Lined pocket mouse
- Conservation status: Data Deficient (IUCN 3.1)

Scientific classification
- Kingdom: Animalia
- Phylum: Chordata
- Class: Mammalia
- Order: Rodentia
- Family: Heteromyidae
- Genus: Chaetodipus
- Species: C. lineatus
- Binomial name: Chaetodipus lineatus (Dalquest, 1951)

= Lined pocket mouse =

- Genus: Chaetodipus
- Species: lineatus
- Authority: (Dalquest, 1951)
- Conservation status: DD

Species of rodent

The lined pocket mouse (Chaetodipus lineatus) is a species of rodent in the family Heteromyidae. This pocket mouse is endemic to a small area of central Mexico.

==Description==
The lined pocket mouse is smaller than most pocket mice in the genus Chaetodipus, averaging 165 mm in total length including a tail of 92 mm. It resembles Nelson's pocket mouse (Chaetodipus nelsonii) in size and general appearance but lacks the stiff spines that that species has among the hairs on its rump. Its coloring is also distinctive; the dorsal surface is gray faintly lined with buff giving a drab appearance, the sides are gray and the underparts are white, with a fine buff line delineating the margin between sides and belly.

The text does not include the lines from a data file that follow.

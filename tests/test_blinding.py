"""The blinded-region rule: a bin is hidden when it overlaps the blinded range.

Expected masks are worked out by hand from the rule "a bin [e_i, e_i+1) is hidden when any
part of it lies inside (lo, hi)" (common practice: no count from inside the blinded range
may reach a fit or a figure through a straddling bin).  Exact comparisons (no tolerance).
"""

import numpy as np
import pytest

from peaksift.blinding import blinded_bins, hidden_range
from peaksift.errors import FitError

EDGES = np.array([100.0, 110.0, 120.0, 130.0, 140.0, 150.0])


def test_straddling_bins_are_hidden_touching_bins_are_not():
    # (115, 125) reaches into [110, 120) and [120, 130)
    assert blinded_bins(EDGES, (115.0, 125.0)).tolist() == [False, True, True, False, False]
    # (120, 130) matches one bin exactly; [110, 120) and [130, 140) only touch it
    assert blinded_bins(EDGES, (120.0, 130.0)).tolist() == [False, False, True, False, False]
    assert hidden_range(EDGES, (115.0, 125.0)) == (110.0, 130.0)
    assert hidden_range(EDGES, (120.0, 130.0)) == (120.0, 130.0)


def test_ranges_outside_the_bins_hide_nothing():
    assert not blinded_bins(EDGES, (150.0, 160.0)).any()
    assert hidden_range(EDGES, (150.0, 160.0)) is None
    assert hidden_range(EDGES, None) is None
    assert blinded_bins(EDGES, None).tolist() == [False] * 5
    # a range wider than the spectrum hides all of it
    assert hidden_range(EDGES, (0.0, 1000.0)) == (100.0, 150.0)


@pytest.mark.parametrize("blind", [(130.0, 120.0), (120.0, 120.0), "x", (1.0,)])
def test_a_bad_range_is_a_peaksift_error(blind):
    with pytest.raises(FitError, match="blind"):
        blinded_bins(EDGES, blind)
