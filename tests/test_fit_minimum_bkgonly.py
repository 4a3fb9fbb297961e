"""The free fit finds the lowest minimum on background-only spectra.

On a spectrum without a signal the best "peak" of a free Gaussian is wherever the data allow
the lowest NLL: an upward fluctuation, a deficit (a negative signal yield, which the fit's
bounds allow), a spike narrower than a bin on one high bin, or a wide bump that bends the
background.  ``peaksift.fit`` must return that lowest minimum (flagged invalid when it sits at
a bound, but the lowest: a valid flag is never a reason to keep a worse minimum).

Reference, written here: the extended binned Poisson NLL in the saturated form
sum(mu - n + n ln(n / mu)) (Baker and Cousins, Nucl. Instrum. Meth. 221 (1984) 437, eq. 11),
defined where every bin's expectation is positive (a Poisson mean cannot be negative: a
negative yield may only dig as deep as the background under it) and infinite elsewhere; the
Gaussian's bin integrals from ``scipy.special.ndtr`` truncated to the window; the backgrounds'
bin integrals from their closed-form CDFs (exponential, power law, dijet with one exponent)
or ``scipy.stats.beta.cdf`` (Bernstein basis, see :func:`bernstein_basis_integrals`).  It is
minimised by iminuit's MIGRAD from many starts: at each of 8 widths from the fit's width
floor to half the window (masses at bin centres, spaced by at most half a width), the
signal and background yields are profiled with the background's shape from a
background-only fit; MIGRAD (all parameters free) starts at the best grid point with a
positive and the best with a negative signal yield for every width (those within
``GRID_MARGIN`` of the best grid point), and at peaksift's own minimum; the lowest minimum
wins.  Same parameter space as the fit: the bounds are the
result's ``bounds``.

Tolerance: no toy may have peaksift's minimum above the independent one by more than
Delta(-2 ln L) = 0.1 (issue 11's tolerance).
"""

from __future__ import annotations

import math
import warnings

import numpy as np
import pytest
from iminuit import Minuit
from scipy import special, stats

import peaksift
from peaksift import shapes
from peaksift.histogram import MassHistogram

WINDOW = (100.0, 300.0)
BINS = 200
EDGES = np.linspace(*WINDOW, BINS + 1)
CENTRES = 0.5 * (EDGES[1:] + EDGES[:-1])
EVENTS = 5000.0
SQRT_S = 1000.0  # the dijet family's sqrt(s)
#: a peaksift minimum may lie above the independent one by at most this in -2 ln L
DELTA_CHI2 = 0.1
#: grid starts whose profiled NLL (background shape held) is within this of the best
#: grid point's are minimised by MIGRAD (an NLL difference, so 10 in -2 ln L)
GRID_MARGIN = 5.0
#: toys per background
TOYS = 12

#: background label -> (peaksift shape, truth of the toys, generic MIGRAD start)
BACKGROUNDS = {
    "exponential": ("exponential", {"b1": -2.0}, {"b1": -1.0}),
    "powerlaw": ("powerlaw", {"power": 4.0}, {"power": 3.0}),
    "bernstein2": (shapes.get("bernstein", degree=2), {"c1": 0.7, "c2": 0.3},
                   {"c1": 1.0, "c2": 1.0}),
    "dijet2": (shapes.get("dijet", npar=2, sqrt_s=SQRT_S), {"p1": 15.0}, {"p1": 5.0}),
}


# ------------------------------------------------------------------ independent model
def _ratio_cdf(a: float, lx: np.ndarray, l_hi: float) -> np.ndarray:
    """(exp(a lx) - 1) / (exp(a l_hi) - 1), i.e. the CDF of exp(a l) on l in [0, l_hi], with
    ``numpy.expm1`` for small a and scaled for large |a| (elementary integral)."""
    if abs(a * l_hi) < 1e-9:
        return lx / l_hi
    if a * l_hi > 30.0:  # exp(a (lx - l_hi)) terms, exact to double precision here
        return np.exp(a * (lx - l_hi)) * -np.expm1(-a * lx) / -np.expm1(-a * l_hi)
    return np.expm1(a * lx) / np.expm1(a * l_hi)


def bernstein_basis_integrals(degree: int) -> np.ndarray:
    """(degree + 1, bins) integrals of the Bernstein basis b_{i,n}(u) = C(n,i) u^i (1-u)^(n-i),
    u = (x - lo) / (hi - lo), over each bin: b_{i,n} is the Beta(i + 1, n - i + 1) density
    divided by n + 1 (common practice), so its integral is ``scipy.stats.beta.cdf`` / (n + 1)."""
    u = (EDGES - WINDOW[0]) / (WINDOW[1] - WINDOW[0])
    return np.array([np.diff(stats.beta.cdf(u, i + 1, degree - i + 1)) / (degree + 1)
                     for i in range(degree + 1)])


_BERNSTEIN2 = bernstein_basis_integrals(2)


def background_fractions(label: str, p: dict[str, float]) -> np.ndarray:
    """Bin fractions of the background on the window, from closed-form CDFs:

    * exponential exp(b1 t), t = (x - centre) / half-width: CDF (e^{k(x-lo)} - 1) /
      (e^{k(hi-lo)} - 1), k = b1 / half-width;
    * power law x^-k: CDF ((x/lo)^{1-k} - 1) / ((hi/lo)^{1-k} - 1);
    * Bernstein, beta_0 = 1 and beta_i = c_i^2 (peaksift's parametrisation, the same family);
    * dijet with one exponent (1 - x)^p1, x = m / sqrt(s): CDF from the primitive
      -(1 - x)^{p1+1} / (p1 + 1), written as a function of ln((1 - x_lo) / (1 - x))."""
    lo, hi = WINDOW
    if label == "exponential":
        k = p["b1"] / (0.5 * (hi - lo))
        c = _ratio_cdf(k, EDGES - lo, hi - lo)
    elif label == "powerlaw":
        c = _ratio_cdf(1.0 - p["power"], np.log(EDGES / lo), math.log(hi / lo))
    elif label == "bernstein2":
        beta = np.array([1.0, p["c1"] ** 2, p["c2"] ** 2])
        f = beta @ _BERNSTEIN2
        return f / f.sum()
    elif label == "dijet2":
        # (1-x)^(p1+1) = (1-x_lo)^(p1+1) exp(-(p1+1) L), L = ln((1-x_lo)/(1-x)) >= 0
        big_l = np.log((1.0 - lo / SQRT_S) / (1.0 - EDGES / SQRT_S))
        c = -np.expm1(-(p["p1"] + 1.0) * big_l) / -np.expm1(-(p["p1"] + 1.0) * big_l[-1]) \
            if abs(p["p1"] + 1.0) > 1e-9 else big_l / big_l[-1]
    else:
        raise KeyError(label)
    return np.diff(c)


def gaussian_fractions(mass: np.ndarray, sigma: np.ndarray) -> np.ndarray:
    """Bin fractions (..., bins) of a Gaussian truncated to the window (``scipy.special.ndtr``);
    ``mass`` and ``sigma`` broadcast over leading axes."""
    mass, sigma = np.asarray(mass, float)[..., None], np.asarray(sigma, float)[..., None]
    c = special.ndtr((EDGES - mass) / sigma)
    return np.diff(c, axis=-1) / (c[..., -1:] - c[..., :1])


def nll(n: np.ndarray, mu: np.ndarray, floor: bool = False) -> float:
    """sum(mu - n + n ln(n / mu)) (Baker and Cousins 1984, eq. 11); 1e30 (outside the model)
    unless every mu > 0.  ``floor``: mu floored at 1e-300 instead, peaksift's own convention
    (an empty prediction in a filled bin costs ~700 per event), which makes a negative
    expectation in an empty bin cost nothing: used only to evaluate peaksift's point."""
    if floor:
        mu = np.maximum(mu, 1e-300)
    if not np.all(mu > 0):  # also NaN
        return 1e30
    with np.errstate(divide="ignore", invalid="ignore"):
        t = np.where(n > 0, n * np.log(np.where(n > 0, n, 1.0) / mu), 0.0)
    val = float(np.sum(mu - n + t))
    return val if math.isfinite(val) else 1e30


def expected(label: str, p: dict[str, float]) -> np.ndarray:
    return (p["signal_yield"] * gaussian_fractions(p["mass"], p["sigma"])
            + p["background_yield"] * background_fractions(label, p))


def nll_at(label: str, n: np.ndarray, p: dict[str, float], floor: bool = False) -> float:
    return nll(n, expected(label, p), floor)


def _migrad(label: str, n: np.ndarray, start: dict[str, float],
            bounds: dict[str, tuple[float, float]], fixed: tuple[str, ...] = ()) -> Minuit:
    names = list(start)

    def cost(*x: float) -> float:
        return nll_at(label, n, dict(zip(names, x)))

    m = Minuit(cost, *start.values(), name=names)
    m.errordef = Minuit.LIKELIHOOD
    for k in names:
        lo, hi = bounds[k]
        m.limits[k] = (lo if math.isfinite(lo) else None, hi if math.isfinite(hi) else None)
    for k in fixed:
        m.fixed[k] = True
    with warnings.catch_warnings(), np.errstate(all="ignore"):
        warnings.simplefilter("ignore")
        m.migrad()
    return m


def profiled_yields(n: np.ndarray, f: np.ndarray, g: np.ndarray, total: float) -> tuple:
    """(NLL, signal yield) at every row of signal fractions ``f`` (cells, bins) on a fixed
    background shape ``g``, the two yields profiled by Fisher scoring (Newton's method with
    the expected information sum f_a f_b / mu; steps halved to keep mu > 0)."""
    cells = f.shape[0]
    s, b = np.zeros(cells), np.full(cells, total)
    with np.errstate(all="ignore"):
        for _ in range(25):
            mu = s[:, None] * f + b[:, None] * g
            r = 1.0 - n / mu
            w = 1.0 / mu
            gs, gb = (f * r).sum(1), (g * r).sum(1)
            hss, hsb, hbb = (f * f * w).sum(1), (f * g * w).sum(1), (g * g * w).sum(1)
            det = hss * hbb - hsb * hsb
            ds, db = -(hbb * gs - hsb * gb) / det, -(hss * gb - hsb * gs) / det
            ds, db = np.nan_to_num(ds), np.nan_to_num(db)
            t = np.ones(cells)
            for _ in range(40):
                bad = ((s + t * ds)[:, None] * f + (b + t * db)[:, None] * g <= 0).any(1)
                if not bad.any():
                    break
                t[bad] *= 0.5
            s, b = s + t * ds, b + t * db
        mu = s[:, None] * f + b[:, None] * g
        val = np.where((mu > 0).all(1), (mu - n * np.log(mu)).sum(1), np.inf)
    return val, s


def independent_minimum(label: str, n: np.ndarray, bounds: dict[str, tuple[float, float]],
                        ours: dict[str, float]) -> tuple[float, dict[str, float]]:
    """The lowest minimum of MIGRAD from the grid's starts (see the module's docstring) and
    from ``ours`` (peaksift's minimum): (NLL, parameters)."""
    bkg_start = BACKGROUNDS[label][2]
    total = float(n.sum())
    bonly = _migrad(label, n, {"mass": 200.0, "sigma": 10.0, "signal_yield": 0.0,
                               **bkg_start, "background_yield": total}, bounds,
                    fixed=("mass", "sigma", "signal_yield"))
    pb = dict(zip(bonly.parameters, bonly.values))
    g = background_fractions(label, pb)
    s_lo, s_hi = bounds["sigma"]
    grid = []  # (profiled NLL, start)
    for width in np.geomspace(s_lo, s_hi, 8):
        step = max(1, round(0.5 * width / (EDGES[1] - EDGES[0])))
        masses = CENTRES[::step]
        val, s = profiled_yields(n, gaussian_fractions(masses, width), g, total)
        for sign in (1.0, -1.0):
            ok = np.isfinite(val) & (sign * s > 0)
            if ok.any():
                i = int(np.flatnonzero(ok)[np.argmin(val[ok])])
                grid.append((float(val[i]), {**pb, "mass": float(masses[i]),
                                             "sigma": float(width), "signal_yield": float(s[i]),
                                             "background_yield": max(total - float(s[i]), 1.0)}))
    # MIGRAD from every grid start within GRID_MARGIN of the best one (the refit of the
    # background shape gains a few units at most), and from peaksift's minimum
    top = min(v for v, _ in grid)
    starts = [dict(ours)] + [st for v, st in grid if v <= top + GRID_MARGIN]
    best = (math.inf, {})
    for st in starts:
        st = {k: float(np.clip(v, *bounds[k])) for k, v in st.items()}
        m = _migrad(label, n, st, bounds)
        if m.fval < best[0]:
            best = (float(m.fval), dict(zip(m.parameters, m.values)))
    return best


# ------------------------------------------------------------------ toys
def toy(label: str, seed: int) -> np.ndarray:
    """Poisson bin counts around EVENTS background-only events (numpy's generator)."""
    rng = np.random.default_rng([11, seed, sum(map(ord, label))])
    return rng.poisson(EVENTS * background_fractions(label, BACKGROUNDS[label][1])).astype(float)


def check_toy(label: str, seed: int) -> dict:
    """peaksift's fit of one toy against the independent minimum."""
    n = toy(label, seed)
    h = MassHistogram(EDGES)
    h.weight_sum, h.weight_sq_sum = n.copy(), n.copy()
    r = peaksift.fit(h, "gaussian", BACKGROUNDS[label][0], WINDOW, binned=True)
    ours = {k: float(r.values[k]) for k in r.parameters}
    bounds = {k: tuple(map(float, r.bounds[k])) for k in r.parameters}
    # peaksift's NLL at its own point, in its own convention (see nll)
    f_ours = nll_at(label, n, ours, floor=True)
    f_ind, p_ind = independent_minimum(label, n, bounds, ours)
    return {"label": label, "seed": seed, "delta_chi2": 2.0 * (f_ours - f_ind), "ours": ours,
            "negative_mu": bool(np.any(expected(label, ours) <= 0)),
            "independent": p_ind, "valid": r.valid, "problems": r.problems}


@pytest.mark.parametrize("label", ["exponential", "powerlaw", "bernstein2"])
def test_background_only_minimum_is_the_lowest(label):
    """12 background-only toys per background (5,000 events, 200 bins): peaksift's minimum is
    never above the independent multi-start minimum by more than Delta(-2 ln L) = 0.1
    (Baker and Cousins 1984 NLL written here; iminuit MIGRAD)."""
    worse = [c for c in (check_toy(label, seed) for seed in range(TOYS))
             if c["delta_chi2"] > DELTA_CHI2]
    assert not worse, "\n".join(
        f"toy {c['seed']}: peaksift above the independent minimum by "
        f"{c['delta_chi2']:.2f} in -2 ln L; peaksift mass {c['ours']['mass']:.2f} sigma "
        f"{c['ours']['sigma']:.3g} yield {c['ours']['signal_yield']:.1f} (valid "
        f"{c['valid']}); independent mass {c['independent']['mass']:.2f} sigma "
        f"{c['independent']['sigma']:.3g} yield {c['independent']['signal_yield']:.1f}"
        for c in worse)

==Distribution and habitat==
The lined pocket mouse is found only in the states of San Luis Potosi and Zacatecas in central Mexico where it inhabits desert plains with xerophile scrub at altitudes between 1600 and 2400 m above sea level.

==Behavior==
The lined pocket mouse lives in a burrow and is nocturnal. The entrance of the burrow is usually at the base of a plant, in a crevice or in some other concealed location. When it emerges after dark, the pocket mouse moves slowly around staying under cover as much as possible. If it needs to cross an open space it moves much more rapidly. It feeds on seeds such as those of the prickly pear (Opuntia) which fall to the ground, but it does not eat the pulp of the cactus fruit.

==Status==
The lined pocket mouse has a restricted range, is relatively uncommon and its population trend is unknown. The International Union for Conservation of Nature is unable to assess its conservation status and lists it as "data deficient".